Abstract PDF HTML Upgrade to Chat

Citations (2)

View on Semantic Scholar

Summary

The paper introduces a novel metric to quantify self-preference bias by comparing LLM evaluators' tendencies to favor their own outputs over others.
It demonstrates that lower output perplexity significantly increases bias, with models such as GPT-4 exhibiting pronounced self-favoritism compared to human judgments.
The study suggests that ensemble evaluations could mitigate these biases, paving the way for fairer and more balanced automated assessment systems.

Self-Preference Bias in LLM-as-a-Judge

Introduction

The study of automated evaluation mechanisms using LLMs, known as LLM evaluators or LLM-as-a-judge, has been gaining traction due to their ability to provide scalable and consistent assessments in dialogue systems. However, a significant limitation of this approach is the self-preference bias, where LLMs tend to favor their own outputs over those generated by others. This paper introduces a novel quantitative metric to assess this bias and investigate its causes, emphasizing the pivotal role of output perplexity in this phenomenon.

Quantifying Self-Preference Bias

The study proposes a metric grounded in algorithmic fairness concepts to measure self-preference bias in LLMs during pairwise evaluations. The metric compares the likelihood that an LLM gives preference to its own output over others, aligning this with human preferences. Specifically, the bias is represented as the difference in the probability of an evaluator favoring its own response versus another response, when both are rated favorably by humans.

Figure 1: Confusion matrix for each LLM evaluator's assessment of pairs including its own output. It suggests that some LLMs, including GPT-4, have relatively high true positive rates compared to true negative rates, indicating self-preference bias.

The experimental setup involves using a dataset from Chatbot Arena with LLMs such as GPT-3.5-Turbo, GPT-4, Vicuna-13b, and others. The primary task is to evaluate two responses to a user query, analyzing evaluation scores to determine the degree of bias.

Results

Empirical analysis reveals that GPT-4 exhibits a pronounced self-preference bias. When evaluated against human judgments, GPT-4 favored responses it generated significantly more than human evaluators did. A notable finding is that other models like Vicuna-13b and Koala-13b also display this bias, whereas some models like oasst-pythia-12b and dolly-v2-12b exhibit reverse bias, underestimating their own outputs.

Impact of Perplexity on Bias

A major hypothesis explored in this research is the impact of text familiarity, measured through perplexity, on self-preference bias. LLM evaluators are found to assign higher scores to responses with lower perplexity, which are more familiar or predictable to them. This behavior was consistent across most LLMs evaluated, suggesting a systemic bias rooted in training data familiarity rather than response quality alone.

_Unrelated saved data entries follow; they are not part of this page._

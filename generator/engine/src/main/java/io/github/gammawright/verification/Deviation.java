package io.github.gammawright.verification;

import java.util.List;

/**
 * One component at one point, as a kernel and the reference see it.
 *
 * @param indices of the component, as users of the class count them
 * @param parameters for which the kernel was made
 * @param point its coordinates
 * @param inputs velocities, momenta and so on that were given beside the point
 * @param expected the reference's value, rounded to a double
 * @param actual the kernel's value
 * @param ulps the error in units of the last place of the expected value; infinite when that is 0
 * @param limits the error in conditioning limits of the component; infinite when its limit is 0
 */
public record Deviation(
        List<Integer> indices,
        List<Double> parameters,
        List<Double> point,
        List<List<Double>> inputs,
        double expected,
        double actual,
        double ulps,
        double limits) {

    public Deviation {
        indices = List.copyOf(indices);
        parameters = List.copyOf(parameters);
        point = List.copyOf(point);
        inputs = inputs.stream().map(List::copyOf).toList();
    }
}
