package io.github.gammawright.emission;

import io.github.gammawright.graph.Instruction;
import io.github.gammawright.graph.StraightLineProgram;
import java.util.ArrayList;
import java.util.BitSet;
import java.util.List;
import java.util.function.IntPredicate;

/**
 * Decides which values of a body become variables. A value that is used once is written into the expression that uses
 * it, as long as that stays readable; a value that is used more often, or that the author named, gets a variable.
 */
final class Inlining {

    /** An expression that is longer than this is broken up. */
    private static final int MOST_OPERATORS = 5;

    private final StraightLineProgram program;
    private final BitSet live = new BitSet();
    private final BitSet variables = new BitSet();
    private final int[] uses;

    /**
     * Plans a body.
     *
     * @param roots the values that are wanted, as often as they are
     * @param atHand values that need no computation: inputs, fields, literals
     * @param forced values that must become variables
     */
    Inlining(StraightLineProgram program, List<Integer> roots, IntPredicate atHand, BitSet forced) {
        this.program = program;
        this.uses = new int[program.size()];
        for (int root : roots) {
            uses[root]++;
        }
        for (int i = program.size() - 1; i >= 0; i--) {
            if (uses[i] > 0 && !atHand.test(i)) {
                live.set(i);
                for (int operand : program.instruction(i).operands()) {
                    uses[operand]++;
                }
            }
        }
        int[] operators = new int[program.size()];
        for (int i = live.nextSetBit(0); i >= 0; i = live.nextSetBit(i + 1)) {
            operators[i] = operators(i, operators);
            boolean named = program.names().containsKey(i) && operators[i] > 0;
            if (forced.get(i) || named || (uses[i] > 1 && !isSignOfVariable(i))) {
                variables.set(i);
            }
        }
    }

    /** The operators in the expression of a value, after operands have become variables until they are few enough. */
    private int operators(int number, int[] operators) {
        Instruction instruction = program.instruction(number);
        int own = instruction instanceof Instruction.Negation
                        || instruction instanceof Instruction.Constant
                        || instruction instanceof Instruction.Pi
                ? 0
                : 1;
        List<Integer> inlined = new ArrayList<>();
        for (int operand : instruction.operands()) {
            if (live.get(operand) && !variables.get(operand)) {
                inlined.add(operand);
            }
        }
        int total = own;
        for (int operand : inlined) {
            total += operators[operand];
        }
        while (total > MOST_OPERATORS && !inlined.isEmpty()) {
            Integer heaviest = inlined.get(0);
            for (Integer operand : inlined) {
                heaviest = operators[operand] > operators[heaviest] ? operand : heaviest;
            }
            Integer removed = heaviest;
            if (operators[removed] == 0) {
                break;
            }
            variables.set(removed);
            inlined.removeIf(removed::equals);
            total = own;
            for (int operand : inlined) {
                total += operators[operand];
            }
        }
        return total;
    }

    /** The negative of something at hand is written anew wherever it is used. */
    private boolean isSignOfVariable(int number) {
        Instruction instruction = program.instruction(number);
        if (instruction instanceof Instruction.Constant || instruction instanceof Instruction.Pi) {
            return true;
        }
        return instruction instanceof Instruction.Negation negation
                && (!live.get(negation.operand()) || variables.get(negation.operand()));
    }

    /** The values that the body computes, in ascending order. */
    BitSet live() {
        return live;
    }

    /** Those of them that become variables. */
    BitSet variables() {
        return variables;
    }

    /** How often a value is used in the body. */
    int uses(int number) {
        return uses[number];
    }
}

Figure 2: LLMs vs human conditioned on perplexity. Winning judgment rates by LLMs conditioned on perplexity with human winning judgment rates are plotted. All models except dolly-v2-12b and stablelm-tuned-alpha-7b demonstrated a clear tendency to assign higher evaluations to responses with lower perplexity.

The perplexity-based bias was observed irrespective of whether the response was self-generated or produced by other models, revealing this as a broader issue not confined to merely recognizing one's own outputs.

Discussion

The findings illuminate potential avenues to mitigate self-preference bias, such as employing ensemble evaluations across multiple models to prevent any single model's peculiarities from unduly influencing overall judgments. Additionally, these results underscore the necessity to account for model familiarity bias when designing LLM evaluators, to avoid perpetuating inherent model biases in automated assessments.

Conclusion

This research presents a comprehensive approach to quantifying and understanding self-preference bias in LLM evaluators. By linking this bias to perplexity, it opens pathways for addressing such biases in future LLM development and deployment. The proposed metric provides a foundation for further exploration and potential rectification of biases in LLM-as-a-judge scenarios, ensuring fairer and more balanced automated evaluation systems.